# Does anyone plow for Wal-Mart?



## Plow Babe (Feb 4, 2003)

We are negotiating with a Wal-Mart right now, and the manager is telling us that Wal-Mart absolutely does not do contracts. He just wants a verbal agreement of what we are doing for how much. Of course, there is no way we are going to do this. I just wondered if anyone else had run into this? Also, if you do plow for Wal-Mart and have a contract, was it your contract or did they supply the form? We are meeting with him on Friday and I would just like to be armed with information on this so we can press for a written contract. I can't believe WM would allow plowing to be done without one. Thanks!


----------



## PINEISLAND1 (Dec 21, 1999)

We have been asked two different times when bidding Walmarts for contracts, and we supplied them, they didn't. The managers were not entirely "up" on snow removal, and treated it as a necessary evil. They didnt even have preferences on seasonal or per push, but rather wanted to see both prices, and probably go with what "looked" cheapest to them.

edit to say

We didn't get the jobs, so I never closed the deal to see if they actually would have signed on the dotted line.


----------



## John DiMartino (Jan 22, 2000)

Karen,no way would i ever do a verbal on something that size,and with that much traffic.


----------



## cat320 (Aug 25, 2000)

I would have to agree no contract than no snow removal.with a co. that big they have move layers that works on payroll for them.If anything happened you would be held responsiable.


----------



## digger242j (Nov 22, 2001)

Suggest that you'll do it with no contract if they pay you with cash from the register. That seems about equally businesslike...


----------



## wyldman (Jan 18, 2001)

We used to do a lot of Wal-Marts.They were handled by the property management co that took care of the whole complex.

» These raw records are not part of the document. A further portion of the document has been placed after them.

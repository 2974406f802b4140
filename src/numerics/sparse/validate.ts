import { GoodBasisError } from "../../errors.js";
import type { Csr } from "../csr.js";

/**
 * Refuses what is not a matrix in compressed sparse rows: row starts that do not ascend from zero to the number of entries,
 * columns that are out of range or do not ascend strictly within a row, lists of different lengths, entries that are not
 * finite. O(rows + entries); for what comes from outside, since the kernels read and write where the columns point.
 *
 * @param where - the function that was called
 * @param a - what it was given
 * @throws GoodBasisError `shape`, or `not-finite` for an entry
 */
export function requireCsr(where: string, a: Csr): void {
  const flaw = flawOf(a);
  if (flaw !== undefined) {
    throw new GoodBasisError(
      "shape",
      `${where}: expected a matrix in compressed sparse rows, got ${flaw}; pass operator.csr, or rows, cols, ptr, col (Int32Array), ` +
        "re and im (Float64Array) with the columns of every row ascending",
    );
  }
  const bad = firstInfinite(a);
  if (bad < 0) return;
  const { re, im } = a;
  throw new GoodBasisError(
    "not-finite",
    `${where}: stored entry ${bad}, in column ${a.col[bad]}, is ${re[bad]}${im === undefined ? "" : ` + ${im[bad]} i`}; ` +
      "pass finite entries",
    { entry: bad, col: a.col[bad] },
  );
}

/** What is wrong with the form of a matrix, or `undefined`. */
function flawOf(a: Csr): string | undefined {
  if (typeof a !== "object" || a === null) return "another kind of value";
  const { rows, cols, ptr, col, re, im } = a;
  if (!isCount(rows) || !isCount(cols)) return "rows and cols that are not whole numbers from 0 to 2^31 − 1";
  if (!(ptr instanceof Int32Array && col instanceof Int32Array)) return "ptr or col that is no Int32Array";
  if (!(re instanceof Float64Array && (im === undefined || im instanceof Float64Array))) {
    return "re or im that is no Float64Array";
  }
  if (ptr.length !== rows + 1) return `${ptr.length} row starts for ${rows} rows (one more than rows is needed)`;
  const count = col.length;
  if (re.length !== count || (im !== undefined && im.length !== count)) {
    return `${count} columns for ${re.length}${im === undefined ? "" : ` and ${im.length}`} numbers`;
  }
  if (ptr[0] !== 0 || ptr[rows] !== count) return `row starts from ${ptr[0]} to ${ptr[rows]} for ${count} entries`;
  for (let row = 0; row < rows; row++) {
    const end = ptr[row + 1] as number;
    // Below the last row start, since they ascend up to it: no entry out of range is read.
    if (end < (ptr[row] as number) || end > count) return `row starts that descend after row ${row}`;
    let previous = -1;
    for (let e = ptr[row] as number; e < end; e++) {
      const c = col[e] as number;
      if (c <= previous || c >= cols) {
        return c < 0 || c >= cols
          ? `column ${c} of ${cols} in row ${row}`
          : `row ${row} with columns that do not ascend`;
      }
      previous = c;
    }
  }
  return undefined;
}

const isCount = (n: unknown): boolean => typeof n === "number" && Number.isInteger(n) && n >= 0 && n < 2 ** 31;

/** Number of the first entry that is NaN or infinite, or −1. */
function firstInfinite({ re, im }: Csr): number {
  // 0 · x is NaN where x is not finite.
  let probe = 0;
  for (let e = 0; e < re.length; e++) probe += 0 * (re[e] as number);
  if (im !== undefined) for (let e = 0; e < im.length; e++) probe += 0 * (im[e] as number);
  if (probe === 0) return -1;
  return re.findIndex((x, e) => !Number.isFinite(x) || (im !== undefined && !Number.isFinite(im[e])));
}
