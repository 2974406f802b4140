import { GoodBasisError } from "../errors.js";

/** One piece of the text of an exact number. */
export interface Token {
  /** `number`: digits, decimals and exponent; `word`: a name or a LaTeX command; `sign`: one character; `end`: no more. */
  readonly kind: "number" | "word" | "sign" | "end";
  /** The piece, in the plain alphabet: "−" is "-", "·" and "×" and "\cdot" are "*", "√" is "sqrt". */
  readonly text: string;
  /** Where it begins, counted from 0 in UTF-16 units. */
  readonly position: number;
}

const SPACE = /(?:\s|\\[,;:! ]|\\left(?![a-z])|\\right(?![a-z])|\\q?quad(?![a-z]))+/y;
const NUMBER = /(?:\d+(?:\.\d+)?|\.\d+)(?:[eE][+-]?\d+(?![\d.]))?/y;
const WORD = /(?:\\[a-zA-Z]+|[a-zA-Z]+)/y;
const SIGNS: Readonly<Record<string, string>> = {
  "+": "+",
  "-": "-",
  "−": "-",
  "*": "*",
  "·": "*",
  "⋅": "*",
  "×": "*",
  "/": "/",
  "^": "^",
  "(": "(",
  ")": ")",
  "{": "{",
  "}": "}",
};
const WORDS: Readonly<Record<string, string>> = {
  i: "i",
  sqrt: "sqrt",
  "\\sqrt": "sqrt",
  "\\frac": "frac",
  "\\dfrac": "frac",
  "\\tfrac": "frac",
};
const PRODUCTS: readonly string[] = ["\\cdot", "\\times"];

/**
 * Cuts the text of an exact number into pieces.
 *
 * @throws GoodBasisError `text` - a piece that no exact number holds, with its position
 */
export function tokensOf(text: string): Token[] {
  const tokens: Token[] = [];
  let position = 0;
  const take = (pattern: RegExp): string | undefined => {
    pattern.lastIndex = position;
    return pattern.exec(text)?.[0];
  };
  while (position < text.length) {
    const space = take(SPACE);
    if (space !== undefined) {
      position += space.length;
      continue;
    }
    const token = oneToken(text, position, take);
    tokens.push(token.token);
    position += token.length;
  }
  tokens.push({ kind: "end", text: "", position: text.length });
  return tokens;
}

function oneToken(
  text: string,
  position: number,
  take: (pattern: RegExp) => string | undefined,
): { token: Token; length: number } {
  const number = take(NUMBER);
  if (number !== undefined) return { token: { kind: "number", text: number, position }, length: number.length };
  const word = take(WORD);
  if (word !== undefined) {
    if (PRODUCTS.includes(word)) return { token: { kind: "sign", text: "*", position }, length: word.length };
    const known = Object.hasOwn(WORDS, word) ? WORDS[word] : undefined;
    if (known === undefined) throw badText(text, position, `"${word}" is not known`);
    return { token: { kind: "word", text: known, position }, length: word.length };
  }
  const sign = text.charAt(position);
  if (sign === "√") return { token: { kind: "word", text: "sqrt", position }, length: 1 };
  const known = Object.hasOwn(SIGNS, sign) ? SIGNS[sign] : undefined;
  if (known === undefined) throw badText(text, position, `"${sign}" has no place in an exact number`);
  return { token: { kind: "sign", text: known, position }, length: 1 };
}

/** The error of a text that is no exact number: what is wrong, and where. */
export function badText(text: string, position: number, what: string): GoodBasisError {
  const shown = text.length > 60 ? `${text.slice(0, 60)}…` : text;
  return new GoodBasisError(
    "text",
    `the exact number "${shown}": ${what}, at character ${position + 1}; ` +
      'write fractions, decimals, i, sqrt(…), + - * / ^ and parentheses, such as "-1/2*sqrt(3)" or "(1+2i)/sqrt(5)"',
    { text, position },
  );
}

Either way,you HAVE to have a contract in place for a property like that.


----------



## Lawn Lad (Feb 4, 2002)

Other than store locations that are handled within another complex managed by a prooperty management company, how do stand alone Wal Mart sites manage their snow accounts? Locally or through regional managers?


----------



## PINEISLAND1 (Dec 21, 1999)

Doug, the one here is a "regional manager" I believe, since many times when you try to reach him I get the answer..."Hes at this store or that store ".


----------



## nsmilligan (Dec 21, 1999)

A friend of mine does the local Wal-Mart, and they supplied the contract, in fact it came up in a discussion I had with my insurance agent yesterday, the agent has both our accounts, he discribed it as a US contract, with some clauses that couldn't apply under Canadian law. I know my friend reports directly to the store manager. Anyways as the others have said if they don't have one get one, it's in your best interest as well as that of the store.

Bill


----------



## Santo (Sep 3, 2003)

4 hours of their intake could take care of a years supply of snow removal. Their figuring they got enough shovels for each customer to clean their own space.


----------



## AGMG (Mar 18, 2002)

we plow wal marts and they always sign our contract. we deal with the store mngrs. reginal mngrs prefer it this way.


----------



## jbutch83 (Sep 30, 2002)

The company that plows our local Wal Mart is on a three year contract, and Wal Mart did not supply the contract.

John


----------



## nsmilligan (Dec 21, 1999)

> _Originally posted by digger242j _
> *Suggest that you'll do it with no contract if they pay you with cash from the register. That seems about equally businesslike... *


You wouldn't suggesting getting around Uncle Sam's revenuer's would ya?payup


----------



## Manny Inc. (Oct 6, 2003)

*contract for wal-mart*

I have plowed Wal-Mart stores for about 8-years and i have never
heard of this,it sounds foolish.These contracts can vary from per 
trip, or contract price.When you deal with a co. this big you have to be carefull. It sounds like (1) this manager does not know what he or she is doing or (2)this manager does not take you seriously and is busting your chops(3)you didnt talk to the manager instead you talked to the person that locked him in the bathroom

In any case, a co. this big and the lawyers it pays trust me you have to have a contract. Iam sure bentonville wouldnt be very impressed to find out they have JD 644 with a 20' viking cives blade chained to it, rolling across there parking lot with no contract stating that the prospective snow-removal co. has to obtain and maintain liability insurance for there property and customers, or just the thought of something happening and there is no contract stating your existance in this lot! They would throw you under the bus in a heartbeat. I know iam a little late but i had to respond to this thank you for reading this.


----------



## Lawn Lad (Feb 4, 2002)

Interestingly, apparently Walgreens managers are instructed to not sign contracts with service providers, or specifically snow contracts. They may choose to use the general one provided to them on their intranet though. 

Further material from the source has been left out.